I was recently shown a potential investment opportunity. It is a "leaky building" in Auckland and this happens because back in the day, the building rules were too lax. So the entire building now needs to be renovated to modern standards, which is a huge cost, and banks will not fund a purchase of these apartments, that's why they are going for "cheap". The angle to this investment is that they sued the council and won, so a huge part of the remediation cost will be paid by the council. And because you need to pay in cash, the pool of buyers is smaller, therefore potential to snag a bargain. And because I love looking for trouble, it was worth checking out.

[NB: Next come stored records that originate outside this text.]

"""Marks over the curves: worst points, markers with their readings, and what the mouse points at."""

from collections.abc import Sequence
from dataclasses import dataclass
from typing import Any, Final

from PySide6.QtCore import QPointF, QRectF, Qt
from PySide6.QtGui import QColor, QFont, QFontMetricsF, QPainter, QPen

from app.look.theme import Theme
from app.panels.curves.frame import Frame
from app.panels.curves.layer import Layer

_DOT: Final = 3.5
_FLAG: Final = 4.0
_REACH: Final = 6.0


@dataclass(frozen=True, slots=True)
class Spot:
    """A point of the plane of the plot with the colour of its curve."""

    position: float
    value: float
    colour: str


@dataclass(frozen=True, slots=True)
class DrawnMarker:
    """A marker: its number as written, where it stands, and its readings on the curves."""

    text: str
    position: float
    active: bool
    spots: tuple[Spot, ...] = ()


class WorstLayer(Layer):
    """A small open diamond at the worst point of each curve; the worst of all has a ring around it."""

    def __init__(self, area: Any, height: float, theme: Theme) -> None:
        super().__init__(area, height)
        self.theme = theme
        self.spots: tuple[Spot, ...] = ()
        self.worst: int | None = None

    def set_spots(self, spots: Sequence[Spot], worst: int | None) -> None:
        """Mark these points; `worst` is the index of the one that is worst of all."""
        self.spots = tuple(spots)
        self.worst = worst
        self.update()

    def draw(self, painter: QPainter, frame: Frame) -> None:
        """Draw the diamonds, the worst of all on top."""
        for index, spot in sorted(enumerate(self.spots), key=lambda pair: pair[0] == self.worst):
            x, y = frame.across(spot.position), frame.down(spot.value)
            if not frame.holds(x, y):
                continue
            painter.setPen(QPen(QColor(spot.colour), 1.4))
            painter.setBrush(QColor(self.theme.base))
            painter.drawPolygon(
                [QPointF(x, y - _DOT), QPointF(x + _DOT, y), QPointF(x, y + _DOT), QPointF(x - _DOT, y)]
            )
            if index == self.worst:
                painter.setBrush(Qt.BrushStyle.NoBrush)
                painter.drawEllipse(QPointF(x, y), 7.5, 7.5)


class MarkerLayer(Layer):
    """A vertical line a marker, with its number at the top and a dot on each curve."""

    def __init__(self, area: Any, height: float, theme: Theme) -> None:
        super().__init__(area, height)
        self.theme = theme
        self.font = QFont()
        self.markers: tuple[DrawnMarker, ...] = ()

    def set_markers(self, markers: Sequence[DrawnMarker]) -> None:
        """Show these markers."""
        self.markers = tuple(markers)
        self.update()

    def at(self, point: QPointF, frame: Frame) -> int | None:
        """Return the index of the marker whose line or flag is at a pixel of the plot area, or None."""
        if point.y() < 0:
            flags = [self.flag(marker, frame) for marker in self.markers]
            return next((index for index, flag in enumerate(flags) if flag.contains(point)), None)
        gaps = [abs(frame.across(marker.position) - point.x()) for marker in self.markers]
        best = min(range(len(gaps)), key=gaps.__getitem__, default=None)
        return best if best is not None and gaps[best] <= _REACH else None

    def flag(self, marker: DrawnMarker, frame: Frame) -> QRectF:
        """Return where the flag of a marker is: above the plot area, so that it hides no curve."""
        metrics = QFontMetricsF(self.font)
        width, height = max(metrics.horizontalAdvance(marker.text) + 8.0, 18.0), metrics.height() + 2.0
        left = frame.across(marker.position) - width / 2
        return QRectF(min(max(left, 0.5), max(frame.width - width - 0.5, 0.5)), -height - 2.5, width, height)

    def draw(self, painter: QPainter, frame: Frame) -> None:
        """Draw the markers, the active one on top."""
        for marker in sorted(self.markers, key=lambda one: one.active):
            x = frame.across(marker.position)
            if not -0.5 <= x <= frame.width + 0.5:
                continue
            colour = QColor(self.theme.accent if marker.active else self.theme.muted)
            painter.setPen(QPen(colour, 1.0))
            painter.drawLine(QPointF(x, -2.5), QPointF(x, frame.height))
            for spot in marker.spots:
                y = frame.down(spot.value)
                if frame.holds(x, y):
                    painter.setPen(QPen(QColor(self.theme.base), 1.0))
                    painter.setBrush(QColor(spot.colour))
                    painter.drawEllipse(QPointF(x, y), _DOT, _DOT)
            self._draw_flag(painter, marker, self.flag(marker, frame), colour)

    def _draw_flag(self, painter: QPainter, marker: DrawnMarker, flag: QRectF, colour: QColor) -> None:
        painter.setFont(self.font)
        painter.setPen(QPen(colour, 1.0))
        painter.setBrush(colour if marker.active else QColor(self.theme.base))
        painter.drawRoundedRect(flag, _FLAG, _FLAG)
        painter.setBrush(Qt.BrushStyle.NoBrush)
        painter.setPen(QColor(self.theme.on_accent if marker.active else self.theme.text))
        painter.drawText(flag, Qt.AlignmentFlag.AlignCenter, marker.text)


class LevelLayer(Layer):
    """A dashed line across the plot at a level that the marker is taken to."""

    def __init__(self, area: Any, height: float, theme: Theme) -> None:
        super().__init__(area, height)
        self.theme = theme
        self.level: float | None = None

    def set_level(self, level: float | None) -> None:
        """Draw the line at a value, or none."""
        if level != self.level:
            self.level = level
            self.update()

    def draw(self, painter: QPainter, frame: Frame) -> None:
        """Draw the line."""
        if self.level is None or not frame.bottom <= self.level <= frame.top:
            return
        pen = QPen(QColor(self.theme.accent), 1.0)
        pen.setDashPattern([6.0, 4.0])
        painter.setPen(pen)
        y = frame.down(self.level)
        painter.drawLine(QPointF(0.0, y), QPointF(frame.width, y))


class PointerLayer(Layer):
    """A hair line under the mouse and a ring on the curve it is nearest to."""

    def __init__(self, area: Any, height: float, theme: Theme) -> None:
        super().__init__(area, height)
        self.theme = theme
        self.spot: Spot | None = None
        self.box: QRectF | None = None

    def point(self, spot: Spot | None) -> None:
        """Point at this spot, or at nothing."""
        if spot != self.spot:
            self.spot = spot
            self.update()

    def set_box(self, box: QRectF | None) -> None:
        """Outline the part of the plot that is being chosen, in pixels, or nothing."""
        self.box = box
        self.update()

    def draw(self, painter: QPainter, frame: Frame) -> None:
        """Draw the hair line and the ring."""
        if self.box is not None:
            ground = QColor(self.theme.accent)
            painter.setPen(QPen(ground, 1.0))
            ground.setAlphaF(0.12)
            painter.setBrush(ground)
            painter.drawRect(self.box)
            painter.setBrush(Qt.BrushStyle.NoBrush)
        if self.spot is None:
            return
        x, y = frame.across(self.spot.position), frame.down(self.spot.value)
        hair = QPen(QColor(self.theme.muted), 1.0)
        hair.setDashPattern([1.0, 3.0])
        painter.setPen(hair)
        painter.drawLine(QPointF(x, 0.0), QPointF(x, frame.height))
        if frame.holds(x, y):
            painter.setPen(QPen(QColor(self.spot.colour), 1.6))
            painter.drawEllipse(QPointF(x, y), 4.5, 4.5)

These are the facts and numbers:
- This is on a great street in the Auckland CBD, short walk to an upcoming train station, 2 bedrooms with carpark.

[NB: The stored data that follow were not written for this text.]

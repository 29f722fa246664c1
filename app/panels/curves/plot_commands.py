"""What can be done with the curves and their markers, as the table that keys and menu share."""

from functools import partial
from typing import TYPE_CHECKING, Final

from PySide6.QtCore import QPointF

from app.document.view import View
from app.panels.curves import words
from app.panels.curves.commands import Command
from app.series.markers import add_marker, move_marker, remove_marker, snap_to_worst, step_marker
from app.series.snapping import next_crossing, next_extremum
from app.series.texts import frequency_text, value_text

if TYPE_CHECKING:
    from app.panels.curves.panel import CurvesPanel


_STEPS: Final = {
    "Left": -1,
    "Right": 1,
    "Ctrl+Left": -10,
    "Ctrl+Right": 10,
    "Home": -(10**9),
    "End": 10**9,
}
"""Key -> steps of the sweep that the active marker goes."""


class PlotCommands:
    """Acts on the view and on the ranges of the plot for keys, menu and buttons."""

    def __init__(self, panel: "CurvesPanel", view: View) -> None:
        self._panel, self._view = panel, view
        self._place: float | None = None
        self.table = (*self._range_commands(), *self._marker_commands(), *self._other_commands())

    # Markers

    def place(self) -> float:
        """Return the frequency where a new marker goes: where the menu was opened, the mouse is, or the middle."""
        place, self._place = self._place, None
        if place is not None:
            return place
        plot = self._panel.plot
        spot, frame = plot.pointer_layer.spot, plot.frame()
        across = frame.width / 2 if spot is None else frame.across(spot.position)
        return self._panel.frequency_at(QPointF(across, 0.0))

    def remember(self, at: QPointF) -> None:
        """Remember where the menu is being opened."""
        self._place = self._panel.frequency_at(at)

    def add_marker(self, hertz: float) -> None:
        """Add a marker and make it the active one."""
        self._view.replace(add_marker(self._view.state, hertz, self._panel.sweep), self._panel)
        self._say_marker()

    def move_marker(self, index: int, hertz: float) -> None:
        """Move a marker."""
        self._view.replace(move_marker(self._view.state, index, hertz, self._panel.sweep), self._panel)
        self._say_marker()

    def step(self, steps: int) -> None:
        """Move the active marker along the sweep."""
        state = self._view.state
        self._view.replace(step_marker(state, state.active_marker, steps, self._panel.sweep), self._panel)
        self._say_marker()

    def remove(self) -> None:
        """Remove the active marker."""
        state = self._view.state
        if state.markers:
            self._view.replace(remove_marker(state, state.active_marker), self._panel)
            self._panel.say("Marker removed.")

    def to_worst(self) -> None:
        """Move the active marker, or a new one, to the worst value of all, and choose its curve."""
        index = words.worst_curve(self._panel.curves)
        if index is None:
            return
        curve = self._panel.curves[index]
        if not self._view.state.markers:
            self.add_marker(float(curve.x[0]))
        state = self._view.state
        self._view.replace(snap_to_worst(state, state.active_marker, curve), self._panel)
        self._panel.choose_curve(index)

    def to_extremum(self, step: int) -> None:
        """Take the active marker, or a new one, to the next extremum of the chosen curve."""
        curve = self._panel.curve_in_hand
        if curve is None:
            return
        start = self._begin_marker()
        found = next_extremum(curve, start, step, self._panel.between_points(curve))
        if found is None:
            self._panel.say(f"{curve.label} has no extremum between its ends.")
        else:
            self.move_marker(self._view.state.active_marker, found)

    def to_level(self, level: float, step: int) -> None:
        """Take the active marker, or a new one, to the next place where the chosen curve crosses a level."""
        curve = self._panel.curve_in_hand
        if curve is None:
            return
        self._panel.plot.level_layer.set_level(level)
        start = self._begin_marker()
        found = next_crossing(curve, level, start, step, self._panel.between_points(curve))
        if found is None:
            self._panel.say(f"{curve.label} does not cross {value_text(curve.quantity, level, curve.unit)}.")
        else:
            self.move_marker(self._view.state.active_marker, found)

    def _begin_marker(self) -> float:
        """Return the frequency of the active marker; without one, of a new one at the lower end of the sweep."""
        if not self._view.state.markers:
            self.add_marker(float(self._panel.sweep.min()))
        state = self._view.state
        return state.markers[state.active_marker]

    def next_marker(self, step: int) -> None:
        """Make the next marker along the axis the active one."""
        state = self._view.state
        if not state.markers:
            return
        order = sorted(range(len(state.markers)), key=lambda index: state.markers[index])
        at = order.index(state.active_marker)
        self._view.set(self._panel, active_marker=order[(at + step) % len(order)])
        self._say_marker()

    def next_curve(self, step: int) -> None:
        """Choose the next curve."""
        curves, state = self._panel.curves, self._view.state
        if not curves:
            return
        sides = state.polarizations
        side = sides.index(state.active_polarization) if state.active_polarization in sides else 0
        at = min(state.active_angle * len(sides) + side, len(curves) - 1)
        self._panel.choose_curve((at + step) % len(curves))

    def _say_marker(self) -> None:
        state = self._view.state
        if not state.markers:
            self._panel.say("No marker yet: press M, or hold Ctrl and click in the plot.")
            return
        hertz = state.markers[state.active_marker]
        values = self._panel.values_at(hertz)
        self._panel.say("   ".join([f"Marker {state.active_marker + 1}: {frequency_text(hertz)}", *values]))

    # Ranges

    def fit_visible(self) -> None:
        """Show all values between the visible frequencies."""
        found = self._panel.visible_values()
        if found is not None:
            self._panel.plot.fit_values(*found)

    def toggle_follow(self) -> None:
        """Let the axis of values follow the curves, or stay."""
        plot = self._panel.plot
        if plot.follows[1]:
            frame = plot.frame()
            plot.set_ranges(values=(frame.bottom, frame.top))
        else:
            plot.follow_values()

    def zoom(self, factor: float) -> None:
        """Zoom about the middle."""
        plot = self._panel.plot
        frame = plot.frame()
        plot.zoom(factor, factor, QPointF(frame.width / 2, frame.height / 2))

    def pan(self, across: float, down: float) -> None:
        """Move the visible part by shares of itself."""
        plot = self._panel.plot
        frame = plot.frame()
        plot.pan(frame, across * frame.width or None, down * frame.height or None)

    def reset(self) -> None:
        """Show everything, without markers."""
        self._view.set(self._panel, markers=(), active_marker=0, worst_shown=True)
        self._panel.plot.show_all()

    # Tables

    def _range_commands(self) -> tuple[Command, ...]:
        panel, plot = self._panel, self._panel.plot
        return (
            Command("Show all", plot.show_all, ("A",), "Show every point, and follow the data again."),
            Command(
                "Fit values to the visible band",
                self.fit_visible,
                ("Y",),
                "Show all values between the visible frequencies.",
            ),
            Command(
                "Whole band",
                plot.follow_positions,
                ("X",),
                "Show every frequency of the sweep, and leave the values as they are.",
                enabled=lambda: not plot.follows[0],
            ),
            Command(
                "Values follow the curves",
                self.toggle_follow,
                ("F",),
                "Let the axis of values adapt whenever the curves change.",
                checked=lambda: plot.follows[1],
            ),
            Command(
                "Ranges before",
                plot.go_back,
                ("Z",),
                "Show what was shown before the last zoom or shift.",
                enabled=lambda: plot.history.can_go[0],
            ),
            Command(
                "Ranges after",
                plot.go_forward,
                ("Shift+Z",),
                "Take the last step back again.",
                enabled=lambda: plot.history.can_go[1],
            ),
            Command(
                "Set ranges…", lambda: panel.strips.type_range("bottom"), ("R",), "Type the ends of both axes."
            ),
            Command("", lambda: self.zoom(0.8), ("+", "=")),
            Command("", lambda: self.zoom(1.25), ("-",)),
            Command("", lambda: self.pan(0.1, 0.0), ("Shift+Left",)),
            Command("", lambda: self.pan(-0.1, 0.0), ("Shift+Right",)),
            Command("", lambda: self.pan(0.0, 0.1), ("Shift+Up",)),
            Command("", lambda: self.pan(0.0, -0.1), ("Shift+Down",)),
        )

    def _marker_commands(self) -> tuple[Command, ...]:
        def some() -> bool:
            return bool(self._view.state.markers)

        return (
            Command(
                "Add marker",
                lambda: self.add_marker(self.place()),
                ("M", "Insert"),
                "Add a marker here; Ctrl and click does the same.",
                group=1,
            ),
            Command(
                "Marker to the worst point",
                self.to_worst,
                ("W",),
                "Move the active marker to the worst point of all curves.",
                enabled=lambda: words.worst_curve(self._panel.curves) is not None,
                group=1,
            ),
            Command(
                "Marker to the next extremum",
                lambda: self.to_extremum(1),
                ("E",),
                "Take the marker to the next smallest or largest value of the chosen curve; Shift+E goes back.",
                enabled=lambda: bool(self._panel.curves),
                group=1,
            ),
            Command(
                "Marker to a level…",
                self._panel.strips.type_level,
                ("V",),
                "Type a value; the marker goes where the chosen curve crosses it.",
                enabled=lambda: bool(self._panel.curves),
                group=1,
            ),
            Command(
                "Remove marker",
                self.remove,
                ("Del", "Backspace"),
                "Remove the active marker.",
                enabled=some,
                group=1,
            ),
            *(Command("", partial(self.step, steps), (key,)) for key, steps in _STEPS.items()),
            Command("", lambda: self.to_extremum(-1), ("Shift+E",)),
            Command("", lambda: self.next_marker(1), ("N", "PgDown")),
            Command("", lambda: self.next_marker(-1), ("P", "PgUp")),
            Command("", lambda: self.next_curve(1), ("Down",)),
            Command("", lambda: self.next_curve(-1), ("Up",)),
        )

    def _other_commands(self) -> tuple[Command, ...]:
        view, panel = self._view, self._panel

        def any_curves() -> bool:
            return bool(panel.curves)

        return (
            Command(
                "Mark worst points",
                lambda: view.set(panel, worst_shown=not view.state.worst_shown),
                tip="Mark the worst point of each curve.",
                checked=lambda: view.state.worst_shown,
                group=2,
            ),
            Command(
                "Logarithmic frequency axis",
                lambda: view.set(panel, log_frequency=not view.state.log_frequency),
                ("L",),
                "Space frequencies by their ratio.",
                checked=lambda: view.state.log_frequency,
                group=2,
            ),
            Command(
                "Copy picture",
                panel.copy_picture,
                ("Ctrl+C",),
                "Put the plot on the clipboard, as pixels and as a drawing, in the light look.",
                enabled=any_curves,
                group=3,
            ),
            Command(
                "Copy data",
                panel.copy_data,
                ("Ctrl+Shift+C",),
                "Put the curves on the clipboard as a table with units.",
                enabled=any_curves,
                group=3,
            ),
            Command("Reset plot", self.reset, tip="Show everything, without markers.", group=4),
        )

- Buy the apartment for $380,000, spend another $40k on remedial works, and the balance will be paid via compensation from the council
- Carparks in the CBD are selling for about $100-120k
- No rent for 2 years whilst renovating.
- After remediation will be worth about $600k
Does this sound like a great deal? You can pocket about $200k gain just like that. Well, let's dig deeper. (And I hope you get to learn something from this case study)
- The above assumes EVERYTHING goes according to plan. That costs of remediation do not escalate. That the TIME taken does not stretch. These 2 happen with more regularity than you think.
- But let's give this project the benefit of the doubt, that everything will go according to plan.
- There will be no rent for 2 years because of remediation (although 3 years is just as likely but let's ignore that for now.) Rates will still need to be paid, body corp fees etc. That adds another $14-21k to the cost. So your cost is now about $435k.
- Add in the potential rental after tax of $15k per year (assuming it will immediately find a tenant for 3 years after remediation, which may or may not be the case). If you sell the property after 5 years, you will get $600k + $15k for 3 years, total $645k.
- Potential profit of $200k
Lesson #1: The key is this. Investing $450k now (I'm simplifying the timing of all the cash flows), and getting $645k after 5 years is only a 8.25% compound return per year. This is very important. Don't be tempted by the surface "nominal" return. Learn how to think in compound annual returns.
The next question will be, is 8.25% good enough for you? For some people it might, but don't forget this assumes everything goes to plan and there is no risk.
Lesson #2: This might sound good for many people but my hurdle rate for real estate is 12%. This is because anything lower does not justify the risks, and more importantly, I can find opportunities that return more than that. So as a rational investor, why would I accept something that is lower? This applies to my stock market investments as well, except that my hurdle rate increases to 15% at least.